/distributed-systems

Branch monitors, branch messages and branch RMI-distributed.

Primary LanguageJava

Races Distributed Simulation

Brief explanation

Events portray the activities that go by during a typical afternoon at a hippic center, somewhere at the outskirts of Aveiro. There are four main locations: the track where the races take place, the stable where the horses rest waiting their turn to enter the competition, the paddock where the horses are paraded before the spectators, and the betting center where the spectators place their bets on the winning horse. There are three kinds of intervening entities: the pairs horse / jockey participating in the races, the spectators watching the races and placing bets on the horse they hope to win and the broker who accepts the bets, pays the dividends in case of victory and manages in a general manner all the operations that take place. K races are run during the afternoon, each with N competitors. M spectators are present. The activities are organized as described below

  • the broker announces the next race;
  • the participating horses are paraded at the paddock by the jockeys;
  • the spectators, after observing the horses and thinking about their winning chances, go to the betting center to place their bet;
  • the race takes place and one or more horses are declared winners;
  • when somebody wins, he or she goes to the betting center to collect the gain

At the end of the afternoon, the spectators meet at the bar to have a drink and talk about the events that took place. Each race is composed of a sequence of position increments of the intervening horse / jockey pairs according to the following rules

  • the track distance for the race k, with k = 0, 1, ... , K-1, is Dk units of length;
  • each horse/jockey Cnk, with n=0,1,...,N-1 and k =0,1,...,K-1 carries out a single position increment per iteration by moving randomly 1 to Pnk length units along its path – the maximum value Pnk is specific of a given horse, because they are not all equal, some being more agile and faster than others;
  • the horse / jockey pairs move in parallel paths and may be side by side or overtake one another;
  • the winner is the pair horse/jockey Cnk, with n=0,1,...,N-1 and k=0,1,...,K-1, which, after the completion of an iteration and having overtaken the finishing line, has a position with the highest value;
  • in case of a draw, all the horse / jockey pairs with the highest position value are declared winners; the dividends to be received are inversely proportional to their number and rounded to unity.

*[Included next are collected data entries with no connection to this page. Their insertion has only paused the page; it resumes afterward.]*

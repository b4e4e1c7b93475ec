import { useState } from 'react';
import { StyleSheet, Text, View } from 'react-native';
import { colors, fonts, spacing } from '../../../constants/theme';
import { ChipButton } from '../ChipButton';
import { CopyableFormula } from '../CopyableFormula';
import { monoFont } from '../monoFont';
import { asPolynomial, asSeries, isObject } from '../resultShapes';
import { coefficientLines, isSymbolic, polynomialTex, polynomialText, seriesTex, seriesText } from '../texFormat';
import { JsonBlock } from './JsonBlock';

const MAX_DEPTH = 5;
const COLLAPSED_BY_DEFAULT = /trail|diagram|derivation|steps/i;
const TEX_KEY = /^(latex|tex|integral|reduced)$|Latex$|Tex$/;

/** Words for the keys an engine result uses: "betaFunctions" → "beta functions", "fixed_points" → "fixed points". */
export function keyWords(key: string): string {
  return key.replace(/([a-z])([A-Z])/g, '$1 $2').replace(/_/g, ' ').toLowerCase();
}

/**
 * A result whose exact shape the screen does not know in advance (flows, fixed points, extras):
 * formulas are typeset, series summed, numbers shown with all digits, long trails folded away.
 */
export function StructuredResult({ value, fileName, depth = 0 }: { value: unknown; fileName: string; depth?: number }) {
  if (depth > MAX_DEPTH) return <JsonBlock value={value} />;
  if (isSymbolic(value)) return <CopyableFormula tex={value.latex} />;
  const series = asSeries(value);
  if (series) return <CopyableFormula tex={(n) => seriesTex(series.lowest, series.coeffs, true, n)} text={seriesText(series.lowest, series.coeffs)} values={coefficientLines(series.coeffs)} />;
  const polynomial = asPolynomial(value);
  if (polynomial && polynomial.length) return <CopyableFormula tex={(n) => polynomialTex(polynomial, n)} text={polynomialText(polynomial)} />;
  if (typeof value === 'string') return <Text selectable style={styles.number}>{value}</Text>;
  if (typeof value === 'number' || typeof value === 'boolean' || value === null) return <Text style={styles.number}>{value === true ? 'yes' : value === false ? 'no' : String(value)}</Text>;
  if (Array.isArray(value)) {
    if (value.length === 0) return <Text style={styles.muted}>none</Text>;
    if (value.every((item) => typeof item === 'string')) return <Text selectable style={styles.number}>{value.join(',  ')}</Text>;
    return (
      <View style={styles.list}>
        {value.map((item, index) => (
          <View key={index} style={styles.item}>
            <StructuredResult value={item} fileName={fileName} depth={depth + 1} />
          </View>
        ))}
      </View>
    );
  }
  if (isObject(value)) {
    return (
      <View style={styles.fields}>
        {Object.entries(value).map(([key, entry]) => (
          <Field key={key} name={key} value={entry} fileName={fileName} depth={depth} />
        ))}
      </View>
    );
  }
  return <JsonBlock value={value} />;
}

function Field({ name, value, fileName, depth }: { name: string; value: unknown; fileName: string; depth: number }) {
  const foldable = COLLAPSED_BY_DEFAULT.test(name) && (Array.isArray(value) || isObject(value));
  const [open, setOpen] = useState(!foldable);
  if (TEX_KEY.test(name) && typeof value === 'string') return <CopyableFormula tex={value} />;
  const count = Array.isArray(value) ? ` (${value.length})` : '';
  return (
    <View style={styles.field}>
      <View style={styles.fieldHead}>
        <Text style={styles.key}>{keyWords(name)}{count}</Text>
        {foldable ? <ChipButton label={open ? 'Fold' : 'Unfold'} onPress={() => setOpen(!open)} testID={`fold-${name}`} /> : null}
      </View>
      {open ? <StructuredResult value={value} fileName={fileName} depth={depth + 1} /> : null}
    </View>
  );
}

const styles = StyleSheet.create({
  fields: { gap: spacing.sm },
  field: { gap: spacing.xs },
  fieldHead: { flexDirection: 'row', alignItems: 'center', gap: spacing.sm },
  key: { fontFamily: fonts.semibold, fontSize: 13, color: colors.inkSoft },
  number: { fontFamily: monoFont, fontSize: 13, color: colors.ink },
  muted: { fontFamily: fonts.regular, fontSize: 13, color: colors.inkFaint },
  list: { gap: spacing.sm },
  item: { borderLeftWidth: 2, borderLeftColor: colors.rule, paddingLeft: spacing.md },
});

Assume there are five races, each having four competitors and that the number of spectators is also four. Write a simulation of the life cycle of the horse / jockey pairs, the spectators and the broker using one of the models for thread communication and synchronization which have been studied: monitors or semaphores and shared memory. One aims for a distributed solution with multiple information sharing regions, written in Java, run in Linux and which terminates. A logging file, that describes the evolution of the internal state of the problem in a clear and precise way, must be included.

Developed solution

There are three solutions to answer this problem:

  1. Using java’s reentrant locks for managing shared variables and concurrency. (explicit monitors) (branch Monitors)
  2. Implemented a client-server strategy that active entities trade messages with passive entities (paddock, stable, betting centre, control centre, racing track) - This solution tries to demonstrate a simple simulation how java’s RMI works. (branch Messages)
  3. Implementation of a full java RMI solution where shared areas are registered and jockey/horse pairs (branch RMI-Distributed)

Docs

Lifecycles are all described in DI folder.

Requirements

This simulation was tested using Java 8.

How to run

To run the first simulation just run in any IDE, in the next two solutions you must replace the machines.py file to your virtual machines.